- [STUDY MATERIAL]
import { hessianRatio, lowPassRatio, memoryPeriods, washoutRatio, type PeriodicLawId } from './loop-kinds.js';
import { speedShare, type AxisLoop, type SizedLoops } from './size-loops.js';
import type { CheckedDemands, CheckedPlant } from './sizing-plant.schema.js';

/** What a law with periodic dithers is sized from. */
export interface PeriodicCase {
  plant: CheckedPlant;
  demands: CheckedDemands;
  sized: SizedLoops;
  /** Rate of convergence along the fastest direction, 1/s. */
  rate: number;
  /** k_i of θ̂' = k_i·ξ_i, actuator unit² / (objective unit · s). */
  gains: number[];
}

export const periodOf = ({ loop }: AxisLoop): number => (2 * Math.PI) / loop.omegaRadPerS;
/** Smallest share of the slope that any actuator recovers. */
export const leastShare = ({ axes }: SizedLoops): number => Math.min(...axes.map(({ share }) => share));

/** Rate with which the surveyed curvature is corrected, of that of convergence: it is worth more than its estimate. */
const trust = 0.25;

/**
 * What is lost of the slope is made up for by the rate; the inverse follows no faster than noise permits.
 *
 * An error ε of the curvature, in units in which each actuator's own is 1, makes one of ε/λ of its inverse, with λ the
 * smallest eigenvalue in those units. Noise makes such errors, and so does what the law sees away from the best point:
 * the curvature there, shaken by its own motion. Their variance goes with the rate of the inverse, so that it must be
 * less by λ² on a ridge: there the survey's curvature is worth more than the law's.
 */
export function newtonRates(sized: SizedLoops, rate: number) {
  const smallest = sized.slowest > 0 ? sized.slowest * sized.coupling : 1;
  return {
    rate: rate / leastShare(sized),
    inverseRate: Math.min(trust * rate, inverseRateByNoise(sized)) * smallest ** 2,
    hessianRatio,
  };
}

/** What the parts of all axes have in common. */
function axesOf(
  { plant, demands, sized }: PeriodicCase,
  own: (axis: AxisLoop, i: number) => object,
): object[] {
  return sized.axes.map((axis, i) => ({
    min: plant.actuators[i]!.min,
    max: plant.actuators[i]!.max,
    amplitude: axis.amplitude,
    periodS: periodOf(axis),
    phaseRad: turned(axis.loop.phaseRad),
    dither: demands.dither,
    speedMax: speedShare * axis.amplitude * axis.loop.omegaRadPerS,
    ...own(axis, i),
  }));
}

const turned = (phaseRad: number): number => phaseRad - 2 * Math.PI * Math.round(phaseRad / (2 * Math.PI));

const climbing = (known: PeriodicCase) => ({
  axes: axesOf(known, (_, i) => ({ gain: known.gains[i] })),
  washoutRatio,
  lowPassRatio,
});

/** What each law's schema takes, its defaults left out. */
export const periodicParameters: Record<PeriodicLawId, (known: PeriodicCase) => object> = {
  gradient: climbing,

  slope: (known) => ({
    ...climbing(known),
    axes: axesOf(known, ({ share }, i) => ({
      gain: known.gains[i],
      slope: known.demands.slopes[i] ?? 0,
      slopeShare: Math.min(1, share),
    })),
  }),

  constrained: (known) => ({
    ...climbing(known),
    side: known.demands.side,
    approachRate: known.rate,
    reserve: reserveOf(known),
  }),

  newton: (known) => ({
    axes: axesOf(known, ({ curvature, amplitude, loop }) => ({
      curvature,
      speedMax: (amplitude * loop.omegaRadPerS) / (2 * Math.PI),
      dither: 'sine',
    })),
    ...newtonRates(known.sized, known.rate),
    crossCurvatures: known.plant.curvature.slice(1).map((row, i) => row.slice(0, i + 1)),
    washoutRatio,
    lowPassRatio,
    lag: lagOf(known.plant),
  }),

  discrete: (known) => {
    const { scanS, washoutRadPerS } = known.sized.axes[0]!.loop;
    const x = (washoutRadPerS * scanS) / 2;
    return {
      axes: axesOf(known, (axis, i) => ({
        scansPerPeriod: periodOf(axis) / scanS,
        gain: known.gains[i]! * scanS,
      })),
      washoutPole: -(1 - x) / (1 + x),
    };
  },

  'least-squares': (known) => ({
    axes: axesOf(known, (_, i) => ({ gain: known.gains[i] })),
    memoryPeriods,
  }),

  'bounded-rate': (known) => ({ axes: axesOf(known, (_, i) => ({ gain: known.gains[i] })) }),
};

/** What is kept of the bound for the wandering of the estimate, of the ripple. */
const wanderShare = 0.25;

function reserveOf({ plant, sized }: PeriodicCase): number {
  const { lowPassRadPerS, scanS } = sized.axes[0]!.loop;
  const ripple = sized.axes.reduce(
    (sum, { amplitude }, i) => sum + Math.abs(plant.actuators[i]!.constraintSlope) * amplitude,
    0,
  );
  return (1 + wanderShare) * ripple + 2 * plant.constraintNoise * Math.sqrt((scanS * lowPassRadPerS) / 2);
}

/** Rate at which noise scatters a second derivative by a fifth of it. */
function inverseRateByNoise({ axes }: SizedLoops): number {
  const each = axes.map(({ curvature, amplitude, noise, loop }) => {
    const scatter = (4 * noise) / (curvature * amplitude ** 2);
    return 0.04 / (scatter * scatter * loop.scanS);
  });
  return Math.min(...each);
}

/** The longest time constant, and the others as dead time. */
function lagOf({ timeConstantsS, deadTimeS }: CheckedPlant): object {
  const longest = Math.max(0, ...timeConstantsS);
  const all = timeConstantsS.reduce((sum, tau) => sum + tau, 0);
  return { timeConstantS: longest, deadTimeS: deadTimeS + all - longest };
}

- [WHAT IS REQUIRED]
Report every line in the listing that holds the word "axesOf".

- [ANSWER TO THIS TASK]
function axesOf(
  axes: axesOf(known, (_, i) => ({ gain: known.gains[i] })),
    axes: axesOf(known, ({ share }, i) => ({
    axes: axesOf(known, ({ curvature, amplitude, loop }) => ({
      axes: axesOf(known, (axis, i) => ({
    axes: axesOf(known, (_, i) => ({ gain: known.gains[i] })),
  'bounded-rate': (known) => ({ axes: axesOf(known, (_, i) => ({ gain: known.gains[i] })) }),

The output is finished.